Но фрегат мчится – едва только дед успевает доносить начальству: 40, 38, 35 градусов, параллель – Сан-Винцента, Кадикса… Прощай, Испания, прощай, Европа! Прощайте, друзья мои! Увижу ли я вас? Дойдут ли когда-нибудь до вас эти строки, которые пишу, точно под шум столетней дубравы, хотя под южным, но еще серым небом, пишу в теплом байковом пальто? Далеко, кажется, уехал я, но чую еще север смущенной душой; до меня еще доносится дыхание его зимы, вижу его колорит на воде и небе. Я как будто близко. Я не вижу ни голубого неба, ни синего моря. Шум, холод и соленые брызги – вот пока моя сфера!
18 января, в осьмой день по выходе из Англии, часов в 9 утра, кто-то постучался ко мне в дверь. «Кто там?» – спросил я. «Я», – послышался ответ. «А! Это вы, милый мой сосед?» – «Что вы делаете?» – спросил он. «Что?» – отвечал я вопросом, как Фаддеев. «Верно, лежите?» – «Почти…» – сказал я, барахтаясь от качки в постели, одолеваемый подушками. «Стыдитесь!» – «Я и то стыжусь, да что ж мне делать?» – говорил я, унимая подушки и руками, и ногами. «Мадера видна». – «Что вы? Фаддеев, Фаддеев!» – закричал я. Он вошел. «Что ж ты нейдешь будить меня? Мадера видна?» – спросил я, думая, не подшутил ли надо мной сосед. «Мадера?» – спросил Фаддеев, глядя на меня так тонко, как дай Бог хоть какому дипломату. «Ну да», – сказал я с нетерпением. Он стал смотреть на стену с обычным равнодушием. «Берег виден, – отвечал он, помолчав, – уж с седьмого часа». – «Что ж ты не пришел мне сказать?» – упрекнул я его. «Воды горячей не было – бриться, – отвечал он, – да и сапоги не чищены». – «Ну давай, давай одеваться!
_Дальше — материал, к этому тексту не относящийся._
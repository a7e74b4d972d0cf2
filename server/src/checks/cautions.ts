// Cautions (product.md): where a circuit reaches hazardous voltages, say that the check is
// a design aid, not a safety approval.
import type { Circuit, CurrentSource, VoltageSource } from '../netlist/circuit.js';
import type { Finding } from '../findings.js';
import type { SolveResult } from '../sim/types.js';
import { formatQuantity } from '../units.js';
import { makeFinding } from './finding.js';

/** Extra-low-voltage limits: 50 V AC (rms) and 120 V ripple-free DC (the usual ELV limits, as product.md states them). */
export const EXTRA_LOW_VOLTAGE_AC_RMS = 50;
export const EXTRA_LOW_VOLTAGE_DC = 120;

const CAUTION_TEXT =
  'pnlint is a design aid, not a safety approval: for circuits at hazardous voltages follow your local electrical codes and have the design reviewed under licensed practice.';

export function hazardCautions(circuit: Circuit, solves: readonly SolveResult[]): Finding[] {
  for (const element of circuit.elements) {
    if (element.type !== 'V') continue;
    const hazard = sourceHazard(element);
    if (hazard) return [makeFinding('hazardous-voltage', 'info', `${element.name} ${hazard}. ${CAUTION_TEXT}`, element.location, { element: element.name })];
  }
  // A transformer model or a controlled source can also lift a node above the limit.
  for (const result of solves) {
    if (!result.ok) continue;
    for (const [node, voltage] of Object.entries(result.point.nodes)) {
      if (Math.abs(voltage) > EXTRA_LOW_VOLTAGE_DC) {
        const where = circuit.elements.find((element) => element.nodes.includes(node)) ?? circuit.elements[0];
        if (!where) return [];
        return [
          makeFinding(
            'hazardous-voltage',
            'info',
            `Node ${node} reaches ${formatQuantity(voltage, 'V')}, above ${EXTRA_LOW_VOLTAGE_DC} V DC. ${CAUTION_TEXT}`,
            where.location,
          ),
        ];
      }
    }
  }
  return [];
}

function sourceHazard(source: VoltageSource | CurrentSource): string | undefined {
  const waveform = source.waveform;
  if (waveform?.shape === 'sin') {
    const rms = Math.abs(waveform.amplitude) / Math.SQRT2;
    if (rms > EXTRA_LOW_VOLTAGE_AC_RMS) return `is ${formatQuantity(rms, 'V')} rms AC, above ${EXTRA_LOW_VOLTAGE_AC_RMS} V AC`;
    const peak = Math.abs(waveform.offset) + Math.abs(waveform.amplitude);
    if (peak > EXTRA_LOW_VOLTAGE_DC) return `peaks at ${formatQuantity(peak, 'V')}, above ${EXTRA_LOW_VOLTAGE_DC} V`;
    return undefined;
  }
  const values = [source.dc];
  if (waveform?.shape === 'pulse') values.push(waveform.initial, waveform.pulsed);
  if (waveform?.shape === 'pwl') values.push(...waveform.points.map((point) => point.value));
  if (waveform?.shape === 'exp') values.push(waveform.initial, waveform.pulsed);
  const peak = Math.max(...values.map(Math.abs));
  if (peak > EXTRA_LOW_VOLTAGE_DC) return `reaches ${formatQuantity(peak, 'V')}, above ${EXTRA_LOW_VOLTAGE_DC} V DC`;
  return undefined;
}
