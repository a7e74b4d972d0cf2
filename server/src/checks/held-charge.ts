// What a DC solve cannot see: a capacitor keeps its charge between the instants the
// quasi-static corners sample. For a capacitor beside a diode (a rectifier's filter, a clamp's
// coupling capacitor) pnlint solves the time-varying corners again with the capacitor held
// at its largest quasi-static voltage. That bounds the classic case from above: a half-wave
// rectifier with a filter capacitor sees about twice the peak in reverse (standard textbook
// result, e.g. Sedra & Smith). It is still quasi-static; the transient analysis will refine it.
import type { Capacitor, Circuit, VoltageSource } from '../netlist/circuit.js';
import type { SolveOptions, SolveResult } from '../sim/types.js';
import { freshName } from './context.js';
import type { CornerPlan } from './corners.js';
import type { Solver } from './solver.js';
import type { Topology } from './topology.js';

export interface HeldCharge {
  /** The capacitors held, with the voltage each was held at (first node minus second). */
  capacitors: { capacitor: Capacitor; voltage: number }[];
  /** The quasi-static corners, solved again with those capacitors held. */
  plans: CornerPlan[];
  results: SolveResult[];
}

export function solveWithHeldCharge(
  circuit: Circuit,
  topology: Topology,
  plans: readonly CornerPlan[],
  solves: readonly SolveResult[],
  solve: Solver,
  options: SolveOptions,
): HeldCharge | undefined {
  const quasiStatic = plans.filter((plan) => plan.quasiStatic);
  if (quasiStatic.length === 0) return undefined;
  const diodeNodes = new Set(circuit.elements.flatMap((element) => (element.type === 'D' ? element.nodes : [])));
  const held: { capacitor: Capacitor; voltage: number }[] = [];
  for (const element of circuit.elements) {
    if (element.type !== 'C') continue;
    const [first, second] = element.nodes as [string, string];
    if (!diodeNodes.has(first) && !diodeNodes.has(second)) continue; // no diode to charge it one way
    if (topology.rails.has(first) && topology.rails.has(second)) continue; // across a supply: the source holds it already
    let voltage = 0;
    for (const result of solves) {
      if (!result.ok) continue;
      const across = (result.point.nodes[first] ?? 0) - (result.point.nodes[second] ?? 0);
      if (Math.abs(across) > Math.abs(voltage)) voltage = across;
    }
    if (voltage !== 0) held.push({ capacitor: element, voltage });
  }
  if (held.length === 0) return undefined;
  let variant = circuit;
  for (const { capacitor, voltage } of held) {
    const source: VoltageSource = {
      type: 'V',
      name: freshName(variant, `Vheld_${capacitor.name.replace(/\./g, '_')}`),
      nodes: [capacitor.nodes[0]!, capacitor.nodes[1]!],
      dc: voltage,
      waveform: undefined,
      location: capacitor.location,
      instances: capacitor.instances,
    };
    variant = { ...variant, elements: variant.elements.map((element) => (element === capacitor ? source : element)) };
  }
  const results = solve(variant, quasiStatic.map((plan) => plan.corner), options);
  return { capacitors: held, plans: quasiStatic, results };
}
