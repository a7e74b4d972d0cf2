// The checks reach the solver through this one function type, so that counterfactual
// solves (a diode flipped, a diode replaced by a probe) use the very same engine.
import type { Circuit } from '../netlist/circuit.js';
import type { Corner, SolveOptions, SolveResult } from '../sim/types.js';

export type Solver = (circuit: Circuit, corners: readonly Corner[], options?: SolveOptions) => SolveResult[];
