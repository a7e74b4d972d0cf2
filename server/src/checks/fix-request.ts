// What a finding needs from a fix, described by the rule that raised it. The fixes
// module (server/src/fixes/) turns a request into text edits and re-simulates them; the
// rules never write edits themselves.
import type { Circuit } from '../netlist/circuit.js';
import type { Fix, Finding } from '../findings.js';
import type { Settings } from '../settings.js';
import type { CornerPlan } from './corners.js';

/** The rest of the circuit as the diode sees it at one corner, linearised there. */
export interface TheveninView {
  /** Open-circuit voltage across the diode's terminals, anode to cathode (V). */
  voltage: number;
  /** Resistance seen from the diode's terminals (Ω); 0 when an ideal source holds them. */
  resistance: number;
  /** The corner it was taken at. */
  corner: string;
}

export type FixRequest =
  /** Limit an LED's current: insert a series resistor, or change the one in series, so that every corner is inside the window. */
  | {
      kind: 'limit-current';
      rule: string;
      diode: string;
      /** Resistors already in series (the candidates to re-value); empty when a resistor must be inserted. */
      seriesResistors: string[];
      minimumCurrent?: number;
      maximumCurrent: number;
      governingCorner: string;
      thevenin?: TheveninView;
      /**
       * A current sink sets the current: its transistor and the emitter (source) resistor that
       * sets it, the current's response to that resistor (d ln I / d ln R) and the current at
       * the governing corner (A), and the corners at which the transistor is in its active
       * region. The fix re-values that resistor, and must leave the transistor active at those
       * corners; a resistor in series would only saturate it.
       */
      currentSetter?: { transistor: string; resistor: string; sensitivity: number; current: number; activeCorners: string[] };
    }
  /** Re-value a zener's series resistor inside its window from min supply/max load to max supply/min load. */
  | {
      kind: 'zener-window';
      rule: string;
      diode: string;
      seriesResistors: string[];
      minimumCurrent: number;
      maximumCurrent: number;
      zenerVoltage: number;
      governingCorner: string;
    }
  /** Swap a diode's two nodes. */
  | { kind: 'flip-diode'; rule: string; diode: string }
  /** Put a diode anti-parallel across an LED that sees reverse voltage. */
  | { kind: 'anti-parallel-diode'; rule: string; diode: string; reverseVoltage: number }
  /** Insert an `*pnlint: ignore` directive above the element. */
  | { kind: 'ignore'; rule: string; element: string };

export interface FixContext {
  circuit: Circuit;
  settings: Settings;
  plans: readonly CornerPlan[];
}

/** Turns a request into verified fixes (none when no fix passes re-simulation). */
export type FixProvider = (request: FixRequest, finding: Finding, context: FixContext) => Fix[];
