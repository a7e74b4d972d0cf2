// The worst-case corners a circuit is solved at (issue 4, "Corners"): nominal, then each
// independent source at its minimum and maximum, their combinations, resistors at ± their
// tolerance, and each circuit temperature. Time-varying sources are taken quasi-statically
// at their extremes and breakpoints (SIN offset ± amplitude, both PULSE levels, every PWL
// point): a DC solve at that instant, with capacitors open and inductors shorted.
import type { Circuit, CurrentSource, VoltageSource, Waveform } from '../netlist/circuit.js';
import type { Settings } from '../settings.js';
import type { Corner } from '../sim/types.js';
import { formatPercent, formatQuantity, formatTemperature } from '../units.js';

/** The range a supply may take, from a directive or pnlint.json. */
export interface SupplyLimits {
  source: string;
  min?: number;
  max?: number;
  tolerance?: number;
  /** "from directive on line 4", "default supply tolerance 5 %". */
  description: string;
}

/** One source level a corner uses, as messages show it. */
export interface SourceLevel {
  source: string;
  value: number;
  /** `min`, `max`, `SIN peak`, `PWL point 3`, … */
  role: string;
  /** True when the level is an instant of a time-varying source. */
  quasiStatic: boolean;
}

export interface CornerPlan {
  corner: Corner;
  /** "V1 = 5.25 V (max corner)", "nominal values". */
  description: string;
  levels: SourceLevel[];
  /** −1: resistors at their low tolerance, +1 high, 0 nominal. */
  resistorSide: -1 | 0 | 1;
  temperature: number;
  quasiStatic: boolean;
}

/** Full combinations of source extremes are solved up to this many varying sources (2⁴ = 16 corners; ours). */
export const MAXIMUM_COMBINED_SOURCES = 4;
/** Corners beyond this are not solved: the plan falls back to one source at a time (ours, keeps a check under a second). */
export const MAXIMUM_CORNERS = 96;

type IndependentSource = VoltageSource | CurrentSource;

/** Every level a source is checked at besides its nominal value, low and high extremes first. */
export function sourceLevels(source: IndependentSource, limits: SupplyLimits | undefined, defaultTolerance: number): SourceLevel[] {
  const name = source.name;
  const level = (value: number, role: string, quasiStatic: boolean): SourceLevel => ({ source: name, value, role, quasiStatic });
  const waveform = source.waveform;
  if (!waveform || waveform.shape === 'dc') {
    const nominal = source.dc;
    if (limits && (limits.min !== undefined || limits.max !== undefined)) {
      // A bound not given stays at the nominal value, which the nominal corner already covers.
      return [level(limits.min ?? nominal, 'min', false), level(limits.max ?? nominal, 'max', false)].filter(
        (each) => each.value !== nominal,
      );
    }
    const tolerance = limits?.tolerance ?? defaultTolerance;
    // A 0 V source is an ammeter, not a supply: it has no range.
    if (nominal === 0 || tolerance === 0) return [];
    return byMagnitude([nominal * (1 - tolerance), nominal * (1 + tolerance)]).map((value, index) =>
      level(value, index === 0 ? 'min' : 'max', false),
    );
  }
  const breakpoints = waveformBreakpoints(waveform);
  if (breakpoints.length === 0) return [];
  let values = breakpoints.map((point) => point.value);
  const lowest = Math.min(...values);
  const highest = Math.max(...values);
  let low = lowest;
  let high = highest;
  if (limits && (limits.min !== undefined || limits.max !== undefined)) {
    low = limits.min ?? lowest;
    high = limits.max ?? highest;
  } else {
    const tolerance = limits?.tolerance ?? defaultTolerance;
    low = lowest - tolerance * Math.abs(lowest);
    high = highest + tolerance * Math.abs(highest);
  }
  const levels: SourceLevel[] = [];
  const seen = new Set<number>();
  const add = (value: number, role: string) => {
    if (seen.has(value)) return;
    seen.add(value);
    levels.push(level(value, role, true));
  };
  const roleOf = (value: number) => breakpoints.find((point) => point.value === value)?.role ?? 'level';
  add(low, `${roleOf(lowest)}, min`);
  add(high, `${roleOf(highest)}, max`);
  values = values.filter((value) => value !== lowest && value !== highest);
  for (const point of breakpoints) if (values.includes(point.value)) add(point.value, point.role);
  return levels;
}

/** The instants worth a quasi-static solve: extremes and breakpoints of a waveform. */
export function waveformBreakpoints(waveform: Waveform): { value: number; role: string }[] {
  switch (waveform.shape) {
    case 'dc':
      return [{ value: waveform.value, role: 'DC' }];
    case 'sin':
      return [
        { value: waveform.offset - Math.abs(waveform.amplitude), role: 'SIN trough' },
        { value: waveform.offset + Math.abs(waveform.amplitude), role: 'SIN peak' },
      ];
    case 'pulse':
      return [
        { value: waveform.initial, role: 'PULSE initial level' },
        { value: waveform.pulsed, role: 'PULSE pulsed level' },
      ];
    case 'pwl':
      return waveform.points.map((point, index) => ({ value: point.value, role: `PWL point ${index + 1}` }));
    case 'exp':
      return [
        { value: waveform.initial, role: 'EXP initial level' },
        { value: waveform.pulsed, role: 'EXP pulsed level' },
      ];
    case 'sffm':
      return [
        { value: waveform.offset - Math.abs(waveform.amplitude), role: 'SFFM trough' },
        { value: waveform.offset + Math.abs(waveform.amplitude), role: 'SFFM peak' },
      ];
  }
}

function byMagnitude(values: number[]): number[] {
  return [...values].sort((a, b) => Math.abs(a) - Math.abs(b));
}

/**
 * Plans the corners to solve. `resistorTolerances` maps each resistor with a tolerance
 * (from a directive, pnlint.json or the setting) to it.
 */
export function planCorners(
  circuit: Circuit,
  settings: Settings,
  supplies: readonly SupplyLimits[],
  resistorTolerances: ReadonlyMap<string, number>,
): CornerPlan[] {
  return cornerPlanning(circuit, settings, supplies, resistorTolerances).plans;
}

/** The corners, and how many were left out to stay within MAXIMUM_CORNERS (the caller reports it). */
export function cornerPlanning(
  circuit: Circuit,
  settings: Settings,
  supplies: readonly SupplyLimits[],
  resistorTolerances: ReadonlyMap<string, number>,
): { plans: CornerPlan[]; leftOut: number } {
  const sources = circuit.elements.filter((element): element is IndependentSource => element.type === 'V' || element.type === 'I');
  const varying: SourceLevel[][] = [];
  for (const source of sources) {
    const limits = supplies.find((supply) => supply.source.toLowerCase() === source.name.toLowerCase());
    const levels = sourceLevels(source, limits, settings.supplyTolerance);
    if (levels.length > 0) varying.push(levels);
  }

  // Source settings: nominal, each source at each of its levels alone, then combinations of extremes.
  const sourceSets: SourceLevel[][] = [[]];
  for (const levels of varying) for (const level of levels) sourceSets.push([level]);
  const extremes = varying.map((levels) => levels.slice(0, 2));
  if (varying.length >= 2) {
    if (varying.length <= MAXIMUM_COMBINED_SOURCES) sourceSets.push(...combinations(extremes).filter((set) => set.length === varying.length));
    else sourceSets.push(extremes.map((levels) => levels[0]!), extremes.map((levels) => levels[levels.length - 1]!));
  }

  const temperatures = [...new Set([circuit.temperature, ...settings.temperatures])];
  const resistorSides: (-1 | 0 | 1)[] = resistorTolerances.size > 0 ? [0, -1, 1] : [0];

  const wanted = sourceSets.length * resistorSides.length * temperatures.length;
  let sets = sourceSets;
  if (wanted > MAXIMUM_CORNERS) sets = sourceSets.filter((set) => set.length <= 1);
  const plans: CornerPlan[] = [];
  for (const temperature of temperatures) {
    for (const resistorSide of resistorSides) {
      for (const levels of sets) {
        if (plans.length >= MAXIMUM_CORNERS) break;
        plans.push(makePlan(circuit, levels, resistorSide, temperature, resistorTolerances));
      }
    }
  }
  return { plans, leftOut: wanted - plans.length };
}

function combinations(extremes: SourceLevel[][]): SourceLevel[][] {
  let sets: SourceLevel[][] = [[]];
  for (const levels of extremes) sets = sets.flatMap((set) => levels.map((level) => [...set, level]));
  return sets;
}

function makePlan(
  circuit: Circuit,
  levels: SourceLevel[],
  resistorSide: -1 | 0 | 1,
  temperature: number,
  resistorTolerances: ReadonlyMap<string, number>,
): CornerPlan {
  let resistors: ResistorSetting | undefined;
  if (resistorSide !== 0) {
    const scale: Record<string, number> = {};
    const tolerances = new Set<number>();
    for (const [resistor, tolerance] of resistorTolerances) {
      scale[resistor] = 1 + resistorSide * tolerance;
      tolerances.add(tolerance);
    }
    const spread = tolerances.size === 1 ? formatPercent([...tolerances][0]!) : 'their tolerance';
    resistors = { scale, description: `resistors ${resistorSide < 0 ? '−' : '+'}${spread}`, name: `resistors ${resistorSide < 0 ? 'low' : 'high'}` };
  }
  return assemblePlan(circuit, levels, resistors, resistorSide, temperature);
}

interface ResistorSetting {
  scale: Record<string, number>;
  description: string;
  name: string;
}

function assemblePlan(circuit: Circuit, levels: SourceLevel[], resistors: ResistorSetting | undefined, resistorSide: -1 | 0 | 1, temperature: number): CornerPlan {
  const corner: Corner = { name: '' };
  const parts: string[] = [];
  const nameParts: string[] = [];
  if (levels.length > 0) {
    corner.sources = {};
    for (const level of levels) {
      corner.sources[level.source] = level.value;
      const unit = circuit.elements.find((element) => element.name === level.source)?.type === 'I' ? 'A' : 'V';
      parts.push(`${level.source} = ${formatQuantity(level.value, unit)} (${level.role})`);
      nameParts.push(`${level.source} ${level.role}`);
    }
  }
  if (resistors) {
    corner.scale = resistors.scale;
    parts.push(resistors.description);
    nameParts.push(resistors.name);
  }
  if (temperature !== circuit.temperature) {
    corner.temperature = temperature;
    parts.push(formatTemperature(temperature));
    nameParts.push(formatTemperature(temperature));
  }
  corner.name = nameParts.length === 0 ? 'nominal' : nameParts.join(', ');
  let description = parts.length === 0 ? 'nominal values' : parts.join(', ');
  if (parts.length === 1 && description.endsWith(')')) description = `${description.slice(0, -1)} corner)`;
  const quasiStatic = levels.some((level) => level.quasiStatic);
  return { corner, description, levels, resistorSide, temperature, quasiStatic };
}

/**
 * A corner like `plan`, but with the resistors in `raised` at their high tolerance and every
 * other toleranced resistor at its low one: a zener's feed resistor high while its load draws
 * most (low supply, heaviest load).
 */
export function splitResistorCorner(circuit: Circuit, plan: CornerPlan, raised: ReadonlySet<string>, resistorTolerances: ReadonlyMap<string, number>): CornerPlan {
  const scale: Record<string, number> = {};
  for (const [resistor, tolerance] of resistorTolerances) scale[resistor] = raised.has(resistor) ? 1 + tolerance : 1 - tolerance;
  const names = [...raised].filter((name) => resistorTolerances.has(name));
  const description = `${names.join(', ')} at +tolerance, other resistors at −tolerance`;
  return assemblePlan(circuit, plan.levels, { scale, description, name: `${names.join(', ')} high, others low` }, 0, plan.temperature);
}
Что там наверху?» – «Господи! Как тепло, хорошо ходить-то по палубе: мы все сапоги сняли», – отвечал он с своим равнодушием, не спрашивая ни себя, ни меня и никого другого об этом внезапном тепле в январе, не делая никаких сближений, не задавая себе задач… «Господи! – отвечал я, – как тебе, должно быть, занимательно и путешествовать, и жить на свете, младенец с исполинскими кулаками! Живо, живо, одеваться!» – прибавил я. «Успеешь, ваше высокоблагородие, – отвечал он, – вот – на, прежде умойся!» Я боялся улыбнуться: мне жаль было портить это костромское простодушие европейской цивилизацией, тем более что мы уже и вышли из Европы и подходили… к Костроме, в своем роде.